Try running different scenarios for user code submission trying out different::
- Try running different query sizes, result type, result size,
- raising intentional error in the code
- play with output/input policies
- Accessing private/mock data
- Nested codes

In [None]:
ds_client = server.login(email="john@email.com", password="pass")

In [None]:
ds_client.datasets

In [None]:
mock_data = ds_client.datasets[0].assets[0].mock
mock_data

In [None]:
private_data = ds_client.datasets[0].assets[0].data
private_data

### 5.1 Standard and custom Input/Output Policies and syft function decorator

In [None]:
asset = ds_client.datasets[0].assets[0]

In [None]:
@sy.syft_function_single_use(ages_data=asset)
def how_are_people_dying_statistics(ages_data):
    df = ages_data
    avg_age_death_gender = (
        df.groupby("Gender")["Age of death"].mean().reset_index(name="Avg_Age_of_Death")
    )
    manner_of_death_count = (
        df.groupby("Manner of death")
        .size()
        .reset_index(name="Count")
        .sort_values(by="Count", ascending=False)
    )

    return (manner_of_death_count, avg_age_death_gender)

In [None]:
# stdlib
from typing import Any

# third party
from result import Err
from result import Ok

# syft absolute
from syft.client.api import AuthedServiceContext
from syft.client.api import ServerIdentity


class CustomExactMatch(sy.CustomInputPolicy):
    def __init__(self, *args: Any, **kwargs: Any) -> None:
        pass

    def filter_kwargs(self, kwargs, context, code_item_id):
        # stdlib

        try:
            allowed_inputs = self.allowed_ids_only(
                allowed_inputs=self.inputs, kwargs=kwargs, context=context
            )
            results = self.retrieve_from_db(
                code_item_id=code_item_id,
                allowed_inputs=allowed_inputs,
                context=context,
            )
        except Exception as e:
            return Err(str(e))
        return results

    def retrieve_from_db(self, code_item_id, allowed_inputs, context):
        # syft absolute
        from syft import ServerType
        from syft.service.action.action_object import TwinMode

        action_service = context.server.get_service("actionservice")
        code_inputs = {}

        # When we are retrieving the code from the database, we need to use the server's
        # verify key as the credentials.
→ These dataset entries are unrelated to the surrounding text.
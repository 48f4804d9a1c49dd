import { randomUUID } from "node:crypto";
import { afterAll, beforeAll, describe, expect, test } from "vitest";
import type PgBoss from "pg-boss";
import { DeviceRevision, Organisation, RevisionAnalysisRecord, Site } from "#models/index";
import { getDatabase } from "#server/db/database.server";
import { DeviceRevisions, deviceRevisions } from "#server/devices/index";
import { withQueryTally } from "#server/db/query-log.server";
import { fleetDeviceRows } from "#server/services/device-list.server";
import { fleetFindings } from "#server/services/findings.server";
import { compileModel, findingKey, findings, parseModel } from "#server/engine/index";
import { BENCH_SIZE, generateModel } from "#server/engine/testing/generate-model";
import { closeAnalysisPool, analyseOffThread, POOL_THRESHOLD_ELEMENTS } from "#server/jobs/analysis-pool.server";
import { createJobQueue, stopJobQueue } from "#server/jobs/job-queue.server";
import { JOB_QUEUE_SCHEMA, QUEUES } from "#server/jobs/queues";
import { REVISION_ANALYSIS_QUEUE, revisionAnalysisQueue, runRevisionAnalysis, workRevisionAnalysis, type RevisionAnalysisOutput } from "#server/jobs/revision-analysis.server";
import { createDevice } from "#server/services/devices.server";
import type { AuditActor } from "#server/services/audit.server";
import { summariseDocument } from "#server/workspace/index";
import { elementCount } from "#server/devices/index";
import { ownerConnection } from "../support/database";
import { signUpNewOrganisation } from "../support/client";

// Background analysis on PostgreSQL (docs/decisions/018): a save queues a job (pg-boss), a job
// worker — here the suite's server process, or a client this test starts — stores the findings
// and summary; jobs survive a restart of the process that would run them and are retried.

const sequelize = getDatabase();
const actor: AuditActor = { userId: null, email: "jobs-test@test.example", clientAddress: "192.0.2.30" };
let organisationId = "";
let siteId = "";
/** A queue of this file's own, with the analysis queue's settings but a short retry delay: the suite's server does not work it. */
const testQueue = `revision-analysis-test-${randomUUID().slice(0, 8)}`;
const clients: PgBoss[] = [];

/** An invented device (RFC 5737 documentation address outside). */
function documentNamed(name: string) {
  return {
    schemaVersion: 2,
    device: { name },
    interfaces: [{ name: "outside", role: "wan", addresses: ["203.0.113.40/24"], listeners: ["https", "ssh"] }],
    inboundRules: [{ id: "r1", interface: "any", sources: ["any"], destinations: ["any"], services: ["ssh"], action: "deny" }],
    accounts: [{ name: "quay-ops", secondFactor: "totp" }],
  };
}

async function client(): Promise<PgBoss> {
  const boss = await createJobQueue(process.env.DATABASE_URL!);
  clients.push(boss);
  return boss;
}

async function jobOf(boss: PgBoss, queue: string, id: string, until: (state: string) => boolean) {
  const deadline = Date.now() + 20_000;
  for (;;) {
    const job = await boss.getJobById<{ revisionId: string }>(queue, id, { includeArchive: true });
    if (job && until(job.state)) return job;
    if (Date.now() > deadline) throw new Error(`job ${id} never reached the expected state (last: ${job?.state})`);
    await new Promise((resolve) => setTimeout(resolve, 100));
  }
}

beforeAll(async () => {
  const organisation = await Organisation.create({ slug: `jobs-${randomUUID().slice(0, 8)}`, name: "Background analysis test" });
  organisationId = organisation.id;
  siteId = (await Site.create({ organisationId, name: "Quay office", customer: "", location: "" })).id;
  // The test queue, made as the owner role (the runtime role creates no tables) and handed to the runtime role.
  const owner = ownerConnection();
  const { name: _name, ...options } = QUEUES.revisionAnalysis;
  await owner.query(`SELECT ${JOB_QUEUE_SCHEMA}.create_queue(:name, :options)`, { replacements: { name: testQueue, options: JSON.stringify({ ...options, retryDelay: 1, retryBackoff: false }) } });
  const runtime = decodeURIComponent(new URL(process.env.DATABASE_URL!).username);
  await owner.query(`GRANT SELECT, INSERT, UPDATE, DELETE ON ALL TABLES IN SCHEMA ${JOB_QUEUE_SCHEMA} TO "${runtime}"`);
  await owner.close();
});

afterAll(async () => {
  for (const boss of clients) await boss.stop({ graceful: false, wait: true, timeout: 1_000 });
  await stopJobQueue();
  await closeAnalysisPool();
  await sequelize.close();
});

/** A device's first revision with its stored analysis removed, as if saved before any job ran. */
async function unanalysedRevision(name: string): Promise<string> {
  const device = await createDevice(organisationId, siteId, documentNamed(name), actor, "created");
  await revisionAnalysisQueue.idle();
  const revision = await DeviceRevision.findOne({ where: { deviceId: device.id, number: 1 } });
  await RevisionAnalysisRecord.destroy({ where: { revisionId: revision!.id } });
  return revision!.id;
}

describe("Background analysis of saved revisions", () => {
  test("A save queues one job; a job worker stores the revision's findings and summary, and a second job for it does nothing", async () => {
    const device = await createDevice(organisationId, siteId, documentNamed("quay-a"), actor, "created");
    const revision = await DeviceRevision.findOne({ where: { deviceId: device.id, number: 1 } });
    await revisionAnalysisQueue.idle();
    const stored = await RevisionAnalysisRecord.findByPk(revision!.id);
    // https listens on the wan interface and only ssh is denied: a login that asks for the second factor (PRODUCT.md §3).
    expect(stored?.worstOutsideOutcome).toBe("login-mfa");
    const fresh = findings(compileModel(revision!.document as Parameters<typeof compileModel>[0]));
    expect(stored?.findings).toEqual(JSON.parse(JSON.stringify(fresh)));
    expect(stored?.findingKeys?.length).toBe(fresh.length);
    const boss = await client();
    const jobs = (await boss.fetch<{ revisionId: string }>(REVISION_ANALYSIS_QUEUE, { batchSize: 100, includeMetadata: true })) ?? [];
    // Nothing left waiting for this revision: its one job ran.
    expect(jobs.filter((job) => job.data.revisionId === revision!.id)).toEqual([]);
    // A repeated delivery finds the work done and changes nothing.
    expect(await runRevisionAnalysis({ revisionId: revision!.id })).toEqual({ analysed: false });
    expect((await RevisionAnalysisRecord.findByPk(revision!.id))?.computedAt).toEqual(stored?.computedAt);
  });

  test("A queued job survives a restart: the process that would run it stops, a new one starts and completes it", async () => {
    const revisionId = await unanalysedRevision("quay-b");
    const first = await client();
    const id = await first.send(testQueue, { revisionId });
    expect(id).toBeTruthy();
    // The first process goes away before any worker fetched the job.
    await first.stop({ graceful: false, wait: true, timeout: 1_000 });
    expect(await RevisionAnalysisRecord.findByPk(revisionId)).toBeNull();
    const second = await client();
    const stop = await workRevisionAnalysis({ boss: second, queue: testQueue });
    const done = await jobOf(second, testQueue, id!, (state) => state === "completed");
    await stop();
    expect(done.output).toEqual({ analysed: true } satisfies RevisionAnalysisOutput);
    expect((await RevisionAnalysisRecord.findByPk(revisionId))?.worstOutsideOutcome).toBe("login-mfa");
  });

  test("A job that fails is retried, and the retry stores the analysis", async () => {
    const revisionId = await unanalysedRevision("quay-c");
    const boss = await client();
    let attempts = 0;
    const stop = await workRevisionAnalysis({
      boss,
      queue: testQueue,
      handle: async (job) => {
        attempts += 1;
        if (attempts === 1) throw new Error("the database went away (simulated)");
        return runRevisionAnalysis(job);
      },
    });
    const id = await boss.send(testQueue, { revisionId });
    const done = await jobOf(boss, testQueue, id!, (state) => state === "completed" || state === "failed");
    await stop();
    expect(done.state).toBe("completed");
    expect(done.retryCount).toBe(1);
    expect(attempts).toBe(2);
    expect((await RevisionAnalysisRecord.findByPk(revisionId))?.findingKeys).not.toBeNull();
  });

  test("A large model is analysed on the worker-thread pool with the same answers as on the calling thread", async () => {
    const parsed = parseModel(generateModel(20261202, { ...BENCH_SIZE, rules: 300, addressObjects: 200, entries: 600, groups: 20 }).model);
    if (!parsed.ok) throw new Error("the generated model did not parse");
    const model = parsed.model;
    expect(elementCount(model)).toBeGreaterThanOrEqual(POOL_THRESHOLD_ELEMENTS);
    const pooled = await analyseOffThread(model);
    const compiled = compileModel(model);
    const here = findings(compiled);
    expect(pooled.findings).toEqual(JSON.parse(JSON.stringify(here)));
    const summary = summariseDocument(model, compiled, here);
    expect(pooled.findingsBySeverity).toEqual(summary.findingsBySeverity);
    expect(pooled.worstOutsideOutcome).toBe(summary.worstOutsideOutcome);
  });

  test("The fleet's counts come from stored keys: a revision stored before keys were kept gets them from the first reader", async () => {
    const revisionId = await unanalysedRevision("quay-d");
    await RevisionAnalysisRecord.create({ revisionId, findingsBySeverity: { high: 0 }, worstOutsideOutcome: "login-mfa" });
    const repository = new DeviceRevisions();
    const [record] = (await repository.fleetRecords(organisationId)).filter((candidate) => candidate.revisionId === revisionId);
    expect(record.hasFindingKeys).toBe(false);
    // A dismissed key's severity is asked for (the fleet's counts leave dismissed findings out).
    const wanted = findings(compileModel((await DeviceRevision.findByPk(revisionId))!.document as Parameters<typeof compileModel>[0]))[0];
    const asked = findingKey(wanted);
    const severities = await repository.severitiesOfKeys([{ revisionId, keys: [asked], hasFindingKeys: false }]);
    const stored = await RevisionAnalysisRecord.findByPk(revisionId);
    expect(stored?.findingKeys?.length).toBe(stored?.findings?.length);
    expect(stored?.findingKeys).toContainEqual([asked, wanted.severity]);
    expect(severities.get(revisionId)).toEqual([[asked, wanted.severity]]);
  });

  test("The fleet page shows a large device as being analysed while its job runs, queues it again if it was lost, and shows its figures once stored", async () => {
    const { client, slug } = await signUpNewOrganisation("jobs-fleet");
    const organisation = (await Organisation.findOne({ where: { slug } }))!;
    const site = await Site.create({ organisationId: organisation.id, name: "Dry dock", customer: "", location: "" });
    const parsed = parseModel(generateModel(20261203, { ...BENCH_SIZE, rules: 300, addressObjects: 100, entries: 300, groups: 10 }).model);
    if (!parsed.ok) throw new Error("the generated model did not parse");
    const device = await createDevice(organisation.id, site.id, { ...parsed.model, device: { ...parsed.model.device, name: "dry-dock-edge" } }, actor, "created");
    await revisionAnalysisQueue.idle();
    const revision = (await DeviceRevision.findOne({ where: { deviceId: device.id, number: 1 } }))!;
    // As if the job had been lost before it ran: nothing stored, nothing queued.
    await RevisionAnalysisRecord.destroy({ where: { revisionId: revision.id } });
    const during = await client.get(`/o/${slug}/devices`);
    expect(during.status).toBe(200);
    expect(during.text).toContain("Analysing r1…");
    // The page queued the job again; the suite's server works it and the next look shows the figures.
    const deadline = Date.now() + 30_000;
    for (;;) {
      const stored = await RevisionAnalysisRecord.findByPk(revision.id);
      if (stored?.findingKeys) break;
      if (Date.now() > deadline) throw new Error("the re-queued analysis was not stored");
      await new Promise((resolve) => setTimeout(resolve, 200));
    }
    const after = await client.get(`/o/${slug}/devices`);
    expect(after.text).not.toContain("Analysing r1…");
    expect(after.text).toContain("dry-dock-edge");
  });

  test("The fleet table and the fleet findings read only what the analysis stored: no device document is read and nothing is compiled", async () => {
    await revisionAnalysisQueue.idle();
    const compiledBefore = deviceRevisions.cachedRevisions;
    const { result: rows, tally } = await withQueryTally(() => fleetDeviceRows(organisationId));
    expect(rows.map((row) => row.name)).toEqual(["quay-a", "quay-b", "quay-c", "quay-d"]);
    expect(rows.every((row) => !row.analysing && row.worstOutsideOutcome === "login-mfa")).toBe(true);
    const { tally: findingsTally } = await withQueryTally(() => fleetFindings(organisationId));
    for (const statement of [...tally.statements, ...findingsTally.statements]) expect(statement).not.toMatch(/"document"/);
    expect(deviceRevisions.cachedRevisions).toBe(compiledBefore);
  });
});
This is because when we approve the code, we
        # we allow the private data to be used only for this specific code.
        # but we are not modifying the permissions of the private data

        root_context = AuthedServiceContext(
            server=context.server, credentials=context.server.verify_key
        )
        if context.server.server_type == ServerType.DATASITE:
            for var_name, arg_id in allowed_inputs.items():
                kwarg_value = action_service._get(
                    context=root_context,
                    uid=arg_id,
                    twin_mode=TwinMode.NONE,
                    has_permission=True,
                )
                if kwarg_value.is_err():
                    return Err(kwarg_value.err())
                code_inputs[var_name] = kwarg_value.ok()
        else:
            raise Exception(
                f"Invalid Server Type for Code Submission:{context.server.server_type}"
            )
        return Ok(code_inputs)

    def allowed_ids_only(
        self,
        allowed_inputs,
        kwargs,
        context,
    ):
        # syft absolute
        from syft import ServerType
        from syft import UID

        if context.server.server_type == ServerType.DATASITE:
            server_identity = ServerIdentity(
                server_name=context.server.name,
                server_id=context.server.id,
                verify_key=context.server.signing_key.verify_key,
            )
            allowed_inputs = allowed_inputs.get(server_identity, {})
        else:
            raise Exception(
                f"Invalid Server Type for Code Submission:{context.server.server_type}"
            )
        filtered_kwargs = {}
        for key in allowed_inputs.keys():
            if key in kwargs:
                value = kwargs[key]
                uid = value
                if not isinstance(uid, UID):
                    uid = getattr(value, "id", None)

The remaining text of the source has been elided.